Andijustknew
Better to be apart and potentially happier than to be together and miserable as you are now. Why limp on like this, its not fair on anyone is it?. What are you so afraid of?. Why is change so bad?.
What do you want to teach your children about relationships and just what are they learning here from the two of you?. You are showing them that a loveless marriage is their "norm" too. Telling our children they deserve healthy, respectful, and loving partnerships isn’t taken to heart if we don’t have the courage to live up to our own words. What we model for them is very much what we might expect for them in their future relationships. From this perspective we might question the sincerity of the expression “for the sake of the children.”
If we want our offspring to have joyful and successful relationships, we need to provide them with the best example we possibly can.
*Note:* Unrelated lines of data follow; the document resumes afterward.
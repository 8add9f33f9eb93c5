/* test_problem_file.c - the INI problem-file reader: every validation error
 * names file, line and key; a periapsis below the surface only warns; several
 * cases in one file; the shipped examples parse. */
#include <criterion/criterion.h>
#include <math.h>
#include <stdio.h>
#include <stdlib.h>
#include <string.h>
#include <unistd.h>
#include "problems/bodies.h"
#include "problems/problem_file.h"
#include "problems/problem_file_case.h"
#include "problems/twobody.h"
#include "test_support.h"

static char pft_dir[64];
static char pft_path[128];
static char pft_err[512];
static int pft_nwarn;
static char pft_warn_msg[512];

static void pft_warn(const char *msg)
{
    pft_nwarn++;
    snprintf(pft_warn_msg, sizeof pft_warn_msg, "%s", msg);
}

static void pft_setup(void)
{
    pbt_tmpdir(pft_dir, sizeof pft_dir);
    cr_assert(pft_dir[0]);
    snprintf(pft_path, sizeof pft_path, "%s/orbit.ini", pft_dir);
    pft_nwarn = 0;
    pft_warn_msg[0] = '\0';
}

static void pft_teardown(void)
{
    remove(pft_path);
    rmdir(pft_dir);
}

/* Write text to orbit.ini and read it; cases are freed unless wanted. */
static int pft_read(const char *text, pb_problem **cases, int *n)
{
    FILE *f = fopen(pft_path, "w");
    cr_assert_not_null(f);
    fputs(text, f);
    fclose(f);
    pb_problem *c = NULL;
    int m = 0;
    int s = pb_problem_file_read(pft_path, &c, &m, pft_err, sizeof pft_err, pft_warn);
    if (cases) {
        *cases = c;
        *n = m;
    } else {
        free(c);
    }
    return s;
}

/* The message names the file, the line and the key. */
static void pft_expect_error(const char *text, int line, const char *key, const char *phrase)
{
    int s = pft_read(text, NULL, NULL);
    cr_assert_eq(s, PB_EINVAL, "accepted: %s", text);
    cr_log_info("%s", pft_err);
    char where[200], k[80];
    snprintf(where, sizeof where, "%s:%d: ", pft_path, line);
    cr_assert(strstr(pft_err, where) == pft_err, "'%s' does not start with '%s'", pft_err, where);
    if (key) {
        snprintf(k, sizeof k, "key '%s'", key);
        cr_assert_not_null(strstr(pft_err, k), "'%s' does not name %s", pft_err, k);
    }
    cr_assert_not_null(strstr(pft_err, phrase), "'%s' lacks '%s'", pft_err, phrase);
}

#define HEAD "[case demo]\nunits = km-s\nbody = earth\n"   /* lines 1-3 */

TestSuite(problem_file, .init = pft_setup, .fini = pft_teardown);

Test(problem_file, negative_eccentricity)
{
    pft_expect_error(HEAD "a = 7000\ne = -0.1\n", 5, "e", "eccentricity must be >= 0 (got -0.1)");
}

Test(problem_file, unknown_key)
{
    pft_expect_error(HEAD "a = 7000\ne = 0.1\ninclination = 3\n", 6, "inclination", "unknown key");
}

Test(problem_file, missing_required_key)
{
    pft_expect_error("[case demo]\nunits = km-s\na = 7000\ne = 0.1\n", 1, "mu", "missing");
    pft_expect_error(HEAD "a = 7000\n", 1, "e", "missing");
    pft_expect_error(HEAD "r = 7000, 0, 0\n", 1, "v", "missing");
}

Test(problem_file, elements_and_state_both_given)
{
    pft_expect_error(HEAD "a = 7000\ne = 0.1\nr = 7000, 0, 0\nv = 0, 7.5, 0\n", 6, "r",
                     "both classical elements");
}

Test(problem_file, non_positive_a_for_ellipse)
{
    pft_expect_error(HEAD "a = -7000\ne = 0.1\n", 4, "a", "must be > 0 for an ellipse");
    pft_expect_error(HEAD "a = 0\ne = 0.1\n", 4, "a", "must be > 0 for an ellipse");
}

Test(problem_file, parabola_by_elements)
{
    pft_expect_error(HEAD "a = 7000\ne = 1\n", 5, "e", "parabola");
}

Test(problem_file, non_numeric_value)
{
    pft_expect_error(HEAD "a = seven thousand\ne = 0.1\n", 4, "a", "not a number");
    pft_expect_error(HEAD "a = 7000km\ne = 0.1\n", 4, "a", "not a number");
    pft_expect_error(HEAD "r = 7000, 0\nv = 0, 7.5, 0\n", 4, "r", "three");
}

Test(problem_file, non_finite_value)
{
    pft_expect_error(HEAD "a = inf\ne = 0.1\n", 4, "a", "finite");
    pft_expect_error(HEAD "a = 7000\ne = nan\n", 5, "e", "finite");
    pft_expect_error(HEAD "a = 1e999\ne = 0.1\n", 4, "a", "finite");
}

Test(problem_file, unknown_units)
{
    pft_expect_error("[case demo]\nunits = furlongs\nmu = 1\na = 1\ne = 0\n", 2, "units", "unknown units");
}

Test(problem_file, unknown_force_model)
{
    pft_expect_error(HEAD "force = drag\na = 7000\ne = 0.1\n", 4, "force", "unknown force model");
}

Test(problem_file, unknown_body)
{
    pft_expect_error("[case demo]\nunits = km-s\nbody = vulcan\na = 7000\ne = 0\n", 3, "body", "unknown body");
}

Test(problem_file, unreadable_file)
{
    pb_problem *c = (pb_problem *)1;
    int n = 7;
    char missing[200];
    snprintf(missing, sizeof missing, "%s/does-not-exist.ini", pft_dir);
    cr_assert_eq(pb_problem_file_read(missing, &c, &n, pft_err, sizeof pft_err, NULL), PB_EINVAL);
    cr_assert_null(c);
    cr_assert_eq(n, 0);
    cr_assert_not_null(strstr(pft_err, missing));
    cr_assert_not_null(strstr(pft_err, "cannot read"));
}

Test(problem_file, case_without_name)
{
    pft_expect_error("[case]\nunits = normalized\na = 1\ne = 0\n", 1, NULL, "no case name");
    pft_expect_error("[orbit one]\nunits = normalized\na = 1\ne = 0\n", 1, NULL, "[case NAME]");
}

/* The case name becomes part of file names (series/<case>.csv): a name that
 * could leave the run directory is refused. */
Test(problem_file, case_name_with_path_characters)
{
    pft_expect_error("[case ../../escaped]\nunits = normalized\na = 1\ne = 0\n", 1, NULL,
                     "may hold only letters");
    pft_expect_error("[case a/b]\nunits = normalized\na = 1\ne = 0\n", 1, NULL, "may hold only");
    pft_expect_error("[case .hidden]\nunits = normalized\na = 1\ne = 0\n", 1, NULL, "may not start");
}

/* A line longer than the reader's buffer is named as such, at its own line,
 * instead of being misread as two lines. */
Test(problem_file, line_too_long)
{
    char text[1024];
    char desc[301];
    memset(desc, 'x', 300);
    desc[300] = 0;
    snprintf(text, sizeof text, "[case d]\nunits = normalized\ndescription = %s\na = 1\ne = 0\n", desc);
    pft_expect_error(text, 3, NULL, "line longer than");
}

Test(problem_file, duplicate_case_names)
{
    pft_expect_error("[case x]\nunits = normalized\na = 1\ne = 0\n\n[case x]\nunits = normalized\na = 2\ne = 0\n",
                     6, NULL, "duplicate case name 'x' (first at line 1)");
}

Test(problem_file, key_given_twice)
{
    pft_expect_error(HEAD "a = 7000\na = 8000\ne = 0\n", 5, "a", "given twice");
}

Test(problem_file, orbits_for_open_orbit)
{
    pft_expect_error(HEAD "a = -40000\ne = 1.2\norbits = 3\n", 6, "orbits", "no period");
}

/* Inclination is restricted to [0, 180] deg, the other angles are taken
 * modulo 360 (common practice for classical elements). */
Test(problem_file, inclination_out_of_range)
{
    pft_expect_error(HEAD "a = 7000\ne = 0.1\ni_deg = 1000\n", 6, "i_deg",
                     "inclination must be within [0, 180] deg (got 1000)");
    pft_expect_error(HEAD "a = 7000\ne = 0.1\ni_deg = -1\n", 6, "i_deg", "within [0, 180]");
    pft_expect_error(HEAD "a = 7000\ne = 0.1\ni_deg = 180.001\n", 6, "i_deg", "within [0, 180]");
    pb_problem *c;
    int n;
    cr_assert_eq(pft_read(HEAD "a = 7000\ne = 0.1\ni_deg = 180\n", &c, &n), PB_OK, "%s", pft_err);
    pb_elements el;
    cr_assert_eq(pb_elements_from_state(c[0].mu, c[0].r0, c[0].v0, &el), PB_OK);
    cr_assert_float_eq(el.i, M_PI, 1e-12);  /* round trip to 1e-12 (REFERENCES.md) */
    free(c);
}

/* raan/argp/nu of 370, 540 and -340 deg give the same state as 10, 180 and
 * 20 deg (modulo 360, common practice), to 1e-12 relative; absurdly large
 * values whose fraction of a turn is lost are refused. */
Test(problem_file, angles_taken_modulo_360)
{
    pb_problem *c, *d;
    int n;
    cr_assert_eq(pft_read(HEAD "a = 24396\ne = 0.7283\ni_deg = 27\nraan_deg = 370\nargp_deg = 540\n"
                          "nu_deg = -340\n", &c, &n), PB_OK, "%s", pft_err);
    cr_assert_eq(pft_read(HEAD "a = 24396\ne = 0.7283\ni_deg = 27\nraan_deg = 10\nargp_deg = 180\n"
                          "nu_deg = 20\n", &d, &n), PB_OK, "%s", pft_err);
    for (int k = 0; k < 3; k++) {
        cr_assert_float_eq(c[0].r0[k], d[0].r0[k], 1e-12 * 24396.0);
        cr_assert_float_eq(c[0].v0[k], d[0].v0[k], 1e-12 * 10.0);
    }
    free(c);
    free(d);
    pft_expect_error(HEAD "a = 7000\ne = 0.1\nraan_deg = 1e12\n", 6, "raan_deg", "too large");
    pft_expect_error(HEAD "a = 7000\ne = 0.1\nargp_deg = -2e9\n", 6, "argp_deg", "too large");
    pft_expect_error(HEAD "a = 7000\ne = 0.1\nnu_deg = 1e300\n", 6, "nu_deg", "too large");
}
Living in mediocrity or worse burdens children with very confusing messages about relationships and happiness. It certainly instructs them that loving marriages and partnerships are not their birthright.
If you really do not want to show your kids such a relationship then do not teach them that because you yourself are so afraid of change they are instead being used as a reason to stay. These young people cannot and should not be used as the glue to bind you and he together.. It is no relationship model to be teaching your children; you are simply showing them that their parents relationship was based on a lie and its a heavy burden to place upon them.
Divorce, in and of itself, need not be harmful to children. It is the adversarial and contentious process of divorce, if continued, that may wreak damage. Yet research indicates that most children adapt to their new circumstances within a few years. Having two parents successfully move forward with their lives teaches an invaluable lesson: that we deserve to be happy and to feel loved. Conversely, remaining in relationships that perpetuate anger, devaluation, and lack of positive interactions leaves an indelible scar on children.